The Indian restaurant in Southwest gets 2 stars. Meanwhile, Tom Sietsema goes to the newest Coastal Flats.

Tim Carman takes over the Washington Post Magazine restaurant review, and visits Masala Art's new outpost at the Southwest Waterfront. Carman think the place is beautiful, but the bar program just isn't cutting it. "No matter what drink we ordered, its most prominent feature was a small bucket of fast-melting ice, which diluted the cocktail into something dispiriting, though I don’t want to blame those cubes for the bar’s other misdemeanors, such as misunderstood recipes (Negroni with basil?)," he said. Carman gives Masala Art Southwest two stars, because sometimes the curries "could make a grown man weep" but other times they miss the mark.

But a curry that tasted heavenly in the bowl sometimes lost its religion on the plate, becoming too diluted when poured over the spiced rice. This fate befell not just the green cardamom curry, but also the tart, spicy, creamy and nutty sauce draped over the eggplant in the baingan mirch ka salon.

For the $20 Diner, Tim Carman reminisces about the days when the only places that had good cheap steaks were strip clubs. Now there's more wholesome options, like prix-fixe steak dinner restaurant 82 Steak Out in Rockville. Carmen tries the signature house special of rolls, salad, fries and an eight-ounce portion of prime sirloin for $18.82 and isn't enamored with the sides. The steak, though:

The steak itself, a cheaper cut of top sirloin, proves how much goodness can be found among the B listers of beef. My perfectly medium-rare specimen arrives pre-sliced and drizzled in a house-made porcini sauce, essentially a rosemary- intensive jus that piles on the flavor. Like the coulotte at Medium Rare, the sirloin never seems to sport any char, a minor annoyance in an otherwise satisfying preparation.

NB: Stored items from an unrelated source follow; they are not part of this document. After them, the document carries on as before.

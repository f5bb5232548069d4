package material

import "workheat/network/element"

// nodularIronFactor brings the mean capacity of iron over 20 to 200 degC to the 502 J/(kg K) given for
// spheroidal-graphite iron grade 450.
const nodularIronFactor = 1.037516

func nodularIron() *element.Material {
	return &element.Material{
		Name:  "nodular iron",
		About: "spheroidal-graphite cast iron of calipers, carriers, hubs and wind-turbine discs, about grade 450",
		Source: "density 7085, k 36, c 502: spheroidal-graphite iron grade 450 of a published wind-turbine brake study; " +
			"c(T): NIST WebBook iron (Chase 1998, Shomate form to 700 K, rows above) times 1.0375, so that the mean over 20 to 200 degC is 502 J/(kg K)",
		Density:      7085,
		Capacity:     element.MustCurve(likeIron(nodularIronFactor)),
		Conductivity: element.Constant(36),
		Low:          ironLow,
		High:         ironHigh,
		Doubtful: "c(T) is that of pure iron scaled to one published value; it lies 10 % above the mean of EN 1563 " +
			"(515 over 20-500 degC, from memory), which gives hotter parts. k is one value; " +
			"EN 1563 gives 31 to 36 W/(m K) at 300 degC by grade, from memory",
	}
}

For this week's First Bite, Tom Sietsema made his way across the river to visit Northern Virginia chain's new outpost of Coastal Flats in Gaithersburg. He writes:

Good food at a fair price isn’t the only explanation for why, even on a Monday night, Coastal Flats is packed. Navigating the sea of tables and booths are servers whose good cheer is matched by their seeming ability to read minds. Why, yes, I’d love another gin gimlet to wash back those seafood fritters.

Todd Kliman visited Saba, a Yemeni restaurant in Fairfax, earlier in the month. He gave Saba 2.5 stars, calling the rice a "revelation:"

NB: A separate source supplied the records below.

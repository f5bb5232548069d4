package material

import (
	"math"
	"os"
	"slices"
	"strings"
	"testing"

	"workheat/network/element"
)

// find returns the material of a name or ends the test.
func find(t *testing.T, name string) *element.Material {
	t.Helper()
	for _, m := range All() {
		if m.Name == name {
			return m
		}
	}
	t.Fatalf("no material %q", name)
	return nil
}

// off returns how far got is from want, relative to want.
func off(got, want float64) float64 { return math.Abs(got-want) / math.Abs(want) }

func TestEveryMaterial(t *testing.T) {
	seen := map[string]bool{}
	for _, m := range All() {
		t.Run(m.Name, func(t *testing.T) {
			if m.Name != strings.ToLower(strings.TrimSpace(m.Name)) || seen[m.Name] {
				t.Errorf("name %q is not lower case, or not the only one", m.Name)
			}
			seen[m.Name] = true
			if m.About == "" || m.Source == "" {
				t.Error("without description or source")
			}
			if strings.Contains(m.Source, "from memory") && m.Doubtful == "" {
				t.Error("has values from memory but no text on what is doubtful")
			}
			if !(m.Density > 0) || m.Capacity == nil || m.Conductivity == nil {
				t.Fatal("density, capacity or conductivity is missing")
			}
			if !(slices.Min(m.Capacity.Y) > 0) || !(slices.Min(m.Conductivity.Y) > 0) {
				t.Error("a property is not positive")
			}
			if !(0 < m.Low && m.Low < m.High) {
				t.Errorf("range %g to %g K", m.Low, m.High)
			}
			for _, l := range m.Limits {
				if l.Name == "" || l.Source == "" || l.Temperature < m.Low || l.Temperature > m.High+0.01 {
					t.Errorf("limit %+v has no name or source, or lies outside the material's range", l)
				}
			}
		})
	}
}

// Corners that vary must span exactly the stated range, so that the warning of leaving it is true.
func TestCapacityCornersSpanTheRange(t *testing.T) {
	for _, m := range All() {
		x := m.Capacity.X
		if m.Capacity.IsConstant() {
			continue
		}
		if x[0] != m.Low || x[len(x)-1] != m.High {
			t.Errorf("%s: c(T) has corners from %g to %g K, its range is %g to %g K", m.Name, x[0], x[len(x)-1], m.Low, m.High)
		}
	}
}

// One material, one file, one row in the list.
func TestOneFileForEachMaterial(t *testing.T) {
	entries, err := os.ReadDir(".")
	if err != nil {
		t.Fatal(err)
	}
	shared := map[string]bool{"material.go": true, "iron.go": true}
	files := map[string]bool{}
	for _, e := range entries {
		if name := e.Name(); strings.HasSuffix(name, ".go") && !strings.HasSuffix(name, "_test.go") && !shared[name] {
			files[name] = true
		}
	}
	for _, m := range All() {
		name := strings.ReplaceAll(m.Name, " ", "_") + ".go"
		if !files[name] {
			t.Errorf("%s: no file %s", m.Name, name)
		}
		delete(files, name)
	}
	for name := range files {
		t.Errorf("%s holds no material of the list", name)
	}
}

func TestAllIsMadeOnce(t *testing.T) {
	if a, b := All(), All(); &a[0] != &b[0] {
		t.Error("a second call made the tables again")
	}
}

// 49 CFR 571.116: least boiling points, degC.
func TestBrakeFluidBoilingPoints(t *testing.T) {
	want := []struct {
		grade    string
		dry, wet float64
	}{{"DOT 3", 205, 140}, {"DOT 4", 230, 155}, {"DOT 5.1", 260, 180}}
	got := map[string]float64{}
	for _, l := range find(t, "glycol brake fluid").Limits {
		got[l.Name] = l.Temperature - 273.15
	}
	for _, w := range want {
		if dry := got[w.grade+" dry boiling point"]; math.Abs(dry-w.dry) > 1e-9 {
			t.Errorf("%s dry: got %g degC, want %g", w.grade, dry, w.dry)
		}
		if wet := got[w.grade+" wet boiling point"]; math.Abs(wet-w.wet) > 1e-9 {
			t.Errorf("%s wet: got %g degC, want %g", w.grade, wet, w.wet)
		}
	}
	if len(got) != 2*len(want) {
		t.Errorf("got %d limits, want %d", len(got), 2*len(want))
	}
}

// Incropera Table A.4 once more, by columns: T from 200 K by 50 K, c [kJ/(kg K)], k [1e-3 W/(m K)].
func TestAirTable(t *testing.T) {
	m := find(t, "air")
	c := []float64{1.007, 1.006, 1.007, 1.009, 1.014, 1.021, 1.030, 1.040, 1.051, 1.063, 1.075, 1.087, 1.099, 1.110, 1.121, 1.131, 1.141}
	k := []float64{18.1, 22.3, 26.3, 30.0, 33.8, 37.3, 40.7, 43.9, 46.9, 49.7, 52.4, 54.9, 57.3, 59.6, 62.0, 64.3, 66.7}
	for i := range c {
		at := 200 + 50*float64(i)
		if off(m.Capacity.At(at), 1000*c[i]) > 1e-12 || off(m.Conductivity.At(at), 1e-3*k[i]) > 1e-12 {
			t.Errorf("at %g K: c %g, k %g, want %g, %g", at, m.Capacity.At(at), m.Conductivity.At(at), 1000*c[i], 1e-3*k[i])
		}
	}
	for i := 1; i < len(airTable); i++ {
		if airTable[i].t != airTable[i-1].t+50 || airTable[i].k <= airTable[i-1].k {
			t.Errorf("row %g K breaks the spacing or the rise of k", airTable[i].t)
		}
		// The ratio of specific heats of air falls, so c rises, from 250 K on.
		if airTable[i].t > 250 && airTable[i].c <= airTable[i-1].c {
			t.Errorf("row %g K: c does not rise", airTable[i].t)
		}
	}
}

// Materials known by one value: density, c, k as published, or within the bounds remembered.
func TestSingleValues(t *testing.T) {
	for _, w := range []struct {
		name      string
		low, high [3]float64
	}{
		{"organic lining", [3]float64{2400, 1230, 1.31}, [3]float64{2400, 1230, 1.31}},          // published student studies
		{"glycol brake fluid", [3]float64{1020, 2000, 0.16}, [3]float64{1070, 2400, 0.20}},      // from memory
		{"nodular iron", [3]float64{7085, 430, 36}, [3]float64{7085, 1020, 36}},                 // wind-turbine study; c over its range
		{"grey iron", [3]float64{7100, 430, 44.5}, [3]float64{7250, 1000, 48.5}},                // span of published densities; EN 1561 k
		{"carbon steel", [3]float64{7850, 439.8, 27.3}, [3]float64{7850, 5000, 53.334 + 1e-12}}, // EN 1993-1-2
		{"aluminium", [3]float64{2700, 903, 190}, [3]float64{2700, 1108, 225}},                  // EN 1999-1-2
	} {
		m := find(t, w.name)
		for T := m.Low; T <= m.High; T += 1 {
			for i, got := range [3]float64{m.Density, m.Capacity.At(T), m.Conductivity.At(T)} {
				if got < w.low[i] || got > w.high[i] {
					t.Fatalf("%s at %g K: %s %g is not within %g to %g", w.name, T, [3]string{"density", "c", "k"}[i], got, w.low[i], w.high[i])
				}
			}
		}
	}
}

func BenchmarkMakeAll(b *testing.B) {
	b.ReportAllocs()
	for b.Loop() {
		for _, makeOne := range list {
			makeOne()
		}
	}
}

His richly detailed preparations may well change the way you view the grain. Witness the preparation of haneeth, a traditional feast-day dish of slow-cooked lamb over spiced rice. The leg meat lifts away from the four butchered bones with minimal prodding, but the rice is the revelation—each grain distinct; subtly perfumed with cardamom, cumin, and cloves; and infused with both the juices of the meat and its sweet-savory sauce.

Washington Life gives Rural Society a try.

For another main course, we had a fire-roasted Maine lobster tail. Lobster is my favorite, but if I’m going Argentinian, I’d rather h ave one of the six cuts of Uruguayan or domestic beef. Lobster, Tasmanian sea trout or the cockle-flecked saffron taglierini would be nice entrée options for diners who don’t eat meat.